- Theatrical teaser poster.
- Directed by: Anya Camilleri
- Written by: Gary Humphreys
- Produced by: Sherman Jay Sall, Donald Kushner Adam Shapiro
- Starring: Tara Reid, Akemnji Ndifernyan, Alice O'Connell
- Cinematography: John Lynch
- Edited by: Andy McGraw, John Wilson
- Music by: Simon Boswell
- Release dates: May 3, 2006 (Spain); October 31, 2006 (internet);
- Running time: 92 minutes
- Country: United Kingdom
- Language: Spanish/English

= Incubus (2006 film) =

Incubus is a 2006 British horror thriller film directed by Anya Camilleri and stars actress Tara Reid. The film was released on May 3, 2006, by Sony Pictures Home Entertainment, and had an internet premiere on AOL during Halloween 2006. An unrated version was released to DVD on February 6, 2007. The film has billed itself as the first Download To Own video.

== Plot ==
Seeking refuge from a torrential storm, Jay, her brother, and three friends break into what they think is an abandoned recycling plant. (A fourth friend, Karen, decides not to enter the building and leaves.) They find two dead people, who appear to have killed each other, and a Sleeper – a coma patient hooked up to life support in a triple-locked, shatterproof observation room. Closer examination reveals a disturbing truth: the Sleeper is Orin Kiefer, a murderer executed by lethal injection six years earlier.

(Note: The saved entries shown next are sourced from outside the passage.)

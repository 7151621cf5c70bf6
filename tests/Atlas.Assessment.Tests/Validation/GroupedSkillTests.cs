using Atlas.Assessment.Validation;
using Atlas.Statistics;

namespace Atlas.Assessment.Tests.Validation;

/// <summary>
/// Skill by season and by class of the observed Hs, scored on each subset by NumPy and SciPy (Debian's /usr/bin/python3):
/// the seasons by calendar month (numpy.datetime64), the classes by the observed value, bias, RMSE and scatter index with
/// numpy, Pearson r and the fitted line with scipy.stats.linregress. Invented pairs over two years, three-hourly.
/// </summary>
public class GroupedSkillTests
{
    private static void Close(double expected, double actual, double relative = 1e-10) =>
        Assert.True(Math.Abs(expected - actual) <= relative * Math.Max(1, Math.Abs(expected)), $"expected {expected}, got {actual}");

    [Fact]
    public void SkillBySeasonAndByHsClassAgreesWithNumpyAndScipyLinregressOnEachSubset()
    {
        const int n = 2 * 2920;
        var start = UnixSeconds.Of(new DateTime(2021, 1, 1, 0, 0, 0, DateTimeKind.Utc));
        var times = Enumerable.Range(0, n).Select(i => start + i * 3 * 3600L).ToArray();
        var observed = SeededSamples.WaveHeights(31, n);
        var noise = SeededSamples.Normal(32, n, 0, 0.3);
        var modelled = observed.Select((o, i) => 0.1 + 0.9 * o + noise[i]).ToArray();
        var bounds = new ValidationOptions().ObservedClassLowerBounds.ToArray();

        var report = HindcastValidation.Assess(MatchedSeries.FromPairs(times, observed, modelled, false));
        var reference = ReferencePython.Run("""
            import json, sys
            import numpy as np
            from scipy import stats
            d = json.load(sys.stdin)
            t = np.array(d["t"], dtype="int64"); o = np.array(d["o"]); m = np.array(d["m"]); b = d["b"]
            month = (t.astype("datetime64[s]").astype("datetime64[M]").astype(int) % 12) + 1
            def score(k):
                oo, mm = o[k], m[k]
                fit = stats.linregress(oo, mm)
                diff = mm - oo
                return {"n": int(k.sum()), "bias": float(diff.mean()), "rmse": float(np.sqrt(np.mean(diff ** 2))),
                        "si": float(np.sqrt(np.mean(diff ** 2)) / oo.mean()), "r": float(fit.rvalue),
                        "slope": float(fit.slope), "intercept": float(fit.intercept)}
            seasons = {"djf": [12, 1, 2], "mam": [3, 4, 5], "jja": [6, 7, 8], "son": [9, 10, 11]}
            out = {"season": {s: score(np.isin(month, ms)) for s, ms in seasons.items()}, "cls": []}
            for i, lo in enumerate(b):
                hi = b[i + 1] if i + 1 < len(b) else np.inf
                out["cls"].append(score((o >= lo) & (o < hi)))
            print(json.dumps(out))
            """, new { t = times, o = observed, m = modelled, b = bounds });

        foreach (var season in report.BySeason)
            Same(reference.GetProperty("season").GetProperty(season.Season.Name), season.Scores);
        var classes = reference.GetProperty("cls").EnumerateArray().ToArray();
        Assert.Equal(classes.Length, report.ByObservedClass.Count);
        for (var k = 0; k < classes.Length; k++)
        {
            Assert.Equal(bounds[k], report.ByObservedClass[k].LowerBound);
            Same(classes[k], report.ByObservedClass[k].Scores);
        }
    }

    private static void Same(System.Text.Json.JsonElement expected, SkillScores actual)
    {
        Assert.Equal(expected.GetProperty("n").GetInt32(), actual.Count);
        Close(expected.Double("bias"), actual.Bias);                        // numpy.mean(m - o)
        Close(expected.Double("rmse"), actual.Rmse);                        // numpy.sqrt(numpy.mean((m - o)**2))
        Close(expected.Double("si"), actual.ScatterIndex);                  // RMSE / numpy.mean(o)
        Close(expected.Double("r"), actual.PearsonR);                       // scipy.stats.linregress(o, m).rvalue
        Close(expected.Double("slope"), actual.RegressionSlope);            // scipy.stats.linregress(o, m).slope
        Close(expected.Double("intercept"), actual.RegressionIntercept);    // scipy.stats.linregress(o, m).intercept
    }
}
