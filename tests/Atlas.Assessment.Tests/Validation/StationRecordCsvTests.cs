using Atlas.Assessment.Validation;

namespace Atlas.Assessment.Tests.Validation;

// Expected values below are read off the invented files in tests/data/assessment by hand
// (line numbers counted in the file, header = line 1); the format is the one documented on StationRecordCsv.
public class StationRecordCsvTests
{
    private static StationRecord ParseFile(string fileName, RowOrder order = RowOrder.StrictlyIncreasing)
    {
        using var reader = TestData.Open(fileName);
        return StationRecordCsv.Parse(reader, fileName, order);
    }

    private static CsvInputException ParseFails(string fileName)
    {
        using var reader = TestData.Open(fileName);
        return Assert.Throws<CsvInputException>(() => StationRecordCsv.Parse(reader, fileName));
    }

    private static CsvInputException ParseTextFails(string text) =>
        Assert.Throws<CsvInputException>(() => StationRecordCsv.Parse(new StringReader(text), "inline.csv"));

    [Fact]
    public void GoodRecordIsReadWithEveryColumnInTimeOrder()
    {
        var record = ParseFile("station_good.csv");

        Assert.Equal(5, record.Observations.Count);
        Assert.True(record.HasTp && record.HasTe && record.HasDirection);
        var first = record.Observations[0];
        Assert.Equal(1609459200, first.TimeUnixSeconds); // 2021-01-01T00:00:00Z
        Assert.Equal(1.20, first.HsMetres);
        Assert.Equal(9.5, first.TpSeconds);
        Assert.Equal(8.1, first.TeSeconds);
        Assert.Equal(270.0, first.DirectionFromDegrees);
        Assert.Equal(4, first.LineNumber);
        Assert.All(record.Observations.Zip(record.Observations.Skip(1)), p => Assert.True(p.First.TimeUnixSeconds < p.Second.TimeUnixSeconds));
    }

    [Fact]
    public void EmptyPeriodAndMinutePrecisionTimeAreAccepted()
    {
        var third = ParseFile("station_good.csv").Observations[2];

        Assert.Equal(1609459200 + 2 * 3600, third.TimeUnixSeconds); // 2021-01-01T02:00Z
        Assert.True(double.IsNaN(third.TpSeconds));
        Assert.Equal(0.0, third.DirectionFromDegrees); // 360 is stored as 0
    }

    [Fact]
    public void FlaggedRowIsKeptCountedAndMayHoldFillValues()
    {
        var record = ParseFile("station_good.csv");

        Assert.Equal(1, record.FlaggedCount);
        var flagged = Assert.Single(record.Observations, o => o.IsFlagged);
        Assert.Equal(4, flagged.QualityFlag);
        Assert.Equal(-999, flagged.HsMetres);
        Assert.Equal(8, flagged.LineNumber);
    }

    [Fact]
    public void WrongHeaderIsReportedOnItsLineAndStopsParsing()
    {
        var failure = ParseFails("station_bad_header.csv");

        Assert.Equal("station_bad_header.csv", failure.SourceName);
        Assert.All(failure.Errors, e => Assert.Equal(2, e.LineNumber));
        Assert.Contains(failure.Errors, e => e.ColumnNumber == 2 && e.Message.Contains("unknown column 'hs'"));
        Assert.Contains(failure.Errors, e => e.ColumnNumber == 4 && e.Message.Contains("appears twice"));
        Assert.Contains(failure.Errors, e => e.Message.Contains("lacks the required column 'hs_m'"));
        Assert.StartsWith("station_bad_header.csv: 3 errors", failure.Message);
    }

    [Fact]
    public void EveryBadRowIsReportedWithItsLineNumberInOneException()
    {
        var failure = ParseFails("station_bad_rows.csv");
        string Messages(int line) => string.Join(" | ", failure.Errors.Where(e => e.LineNumber == line).Select(e => e.Message));

        Assert.Contains("'2021-03-01 02:00' is not an ISO 8601 UTC time", Messages(4));
        Assert.Contains("hs_m -0.40 is negative", Messages(5));
        Assert.Contains("duplicate time 2021-03-01T04:00:00Z, already on line 6", Messages(7));
        Assert.Contains("is not after the previous row's 2021-03-01T04:00:00Z (line 7)", Messages(8));
        Assert.Contains("hs_m is NaN", Messages(9));
        Assert.Contains("has 4 fields but the header has 5", Messages(10));
        Assert.Contains("tp_s 'abc' is not a number", Messages(11));
        Assert.Contains("dir_deg 400 is outside 0..360", Messages(11));
        Assert.Contains("qc 'x' is not an integer", Messages(12));
        Assert.Equal(9, failure.Errors.Count);
        Assert.Equal(failure.Errors.OrderBy(e => e.LineNumber).Select(e => e.LineNumber), failure.Errors.Select(e => e.LineNumber));
        Assert.Contains("line 5, column 2: hs_m -0.40 is negative", failure.Message);
    }

    [Fact]
    public void TimeWithoutUtcDesignatorOrWithAnotherOffsetIsRejected()
    {
        var failure = ParseTextFails("time,hs_m\n2021-01-01T00:00:00,1.0\n2021-01-01T01:00:00+02:00,1.0\n");

        Assert.Contains(failure.Errors, e => e.LineNumber == 2 && e.Message.Contains("no UTC designator"));
        Assert.Contains(failure.Errors, e => e.LineNumber == 3 && e.Message.Contains("has offset +02:00"));
    }

    [Fact]
    public void AnyOrderSortsRowsButStillRejectsDuplicates()
    {
        var record = StationRecordCsv.Parse(new StringReader(
            "hs_m,time\n2.0,2021-01-01T02:00:00Z\n1.0,2021-01-01T01:00:00Z\n"), "inline.csv", RowOrder.AnyOrder);
        Assert.Equal([1.0, 2.0], record.Observations.Select(o => o.HsMetres));

        var failure = Assert.Throws<CsvInputException>(() => StationRecordCsv.Parse(new StringReader(
            "time,hs_m\n2021-01-01T02:00:00Z,1\n2021-01-01T01:00:00Z,1\n2021-01-01T02:00:00Z,1\n"), "inline.csv", RowOrder.AnyOrder));
        var duplicate = Assert.Single(failure.Errors);
        Assert.Equal(4, duplicate.LineNumber);
        Assert.Contains("already on line 2", duplicate.Message);
    }

    [Fact]
    public void EmptyInputReportsTheMissingHeader()
    {
        var failure = ParseTextFails("# only a comment\n\n");

        Assert.Contains("header line is required", Assert.Single(failure.Errors).Message);
    }

    [Fact]
    public void ZeroPeriodIsRejectedOnAGoodRow()
    {
        var failure = ParseTextFails("time,hs_m,te_s\n2021-01-01T00:00:00Z,1.0,0\n");

        Assert.Contains("te_s 0 must be above 0 s", Assert.Single(failure.Errors).Message);
    }
}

Jay, her brother and friends search for a way out of the factory. A psychopathic man roaming the building attacks and kills her brother.

When Peter falls asleep, his dreams are invaded and his mind is controlled by the comatose madman. The madman turns Peter into a deranged killer like himself, and he tries to attack Jay and the remaining friends, but they make it safely to the observation room and try to sort the situation out.

They discover that the Sleeper in the locked room possesses the power of an Incubus demon, and can invade and control another human's mind through their dreams. To test this theory, they tell Holly to go to sleep. She is the weakest of the three, and if she is infected like Peter she can at least be tied up and easily kept under control without being hurt. She agrees and eventually falls asleep.

Jay and Bug wait, not expecting anything to happen. After a few minutes, Holly wakes up and tries to attack Bug and Jay. They try to get her to snap out of the spell of the Incubus, but when they fail they realize that the only way to stop her is to kill her, which they do. Angry, disgusted, and scared, Bug turns and attacks the comatose madman, still peacefully sleeping and dreaming. He rips off the machinery that keeps him in his unconscious state. Bug and Jay run to get out of the factory.

Peter is still waiting for them, and Bug quickly attacks him with a hammer. As he dies, Peter reveals that he is no longer under the control of the Incubus. As it turns out, the reason he is no longer psychotic is that the Incubus is no longer asleep. Because the machinery keeping him comatose was destroyed, he was able to free himself, wake up, and kill. He kills Bug by snapping his neck, and then goes after Jay.

Jay tricks the Incubus by making it look as though she has managed to escape onto the factory's roof. After she kills him she makes the mistake of falling asleep and dreams of the Incubus. In the dream he manages to get inside of her and when she wakes up she is delirious.

As sheriffs arrive on the scene, they discover the dead Incubus and the bloody Jay. They wrongly assume she is a killer, though she does not say a single word. She is led into a police car, in handcuffs, past Karen, who is in another police car. The film ends with a brief shot of Jay's eyes, which suddenly exhibit an alarming expression. This reveals that she has become a psychopathic killer, possessed by the Incubus.

== Cast ==
- Tara Reid as Jay
- Akemnji Ndifornyen as Bug
- Alice O'Connell as Holly
- Russell Carter as Josh
- Christian Brassington as Peter
- Mihai Stanescu as Sleeper
- Monica Dean as Karen
- Mihai Gruia Sandu as Dr. Gregg
- Luana Stoica as Dr. Yousov
- Ioan Brancu as Crazy Man
- Dan Mason as The Sheriff
- Silviu Olteanu as The Deputy
- Martin Sherman as Orin Kiefer (uncredited)

==Reception==
Critical reception was predominantly negative and review aggregator Rotten Tomatoes hosts three reviews for Incubus, all negative. Dread Central, Entertainment Weekly, and DVD Talk all gave negative reviews for Incubus, all of whom heavily criticized Reid's acting in the film.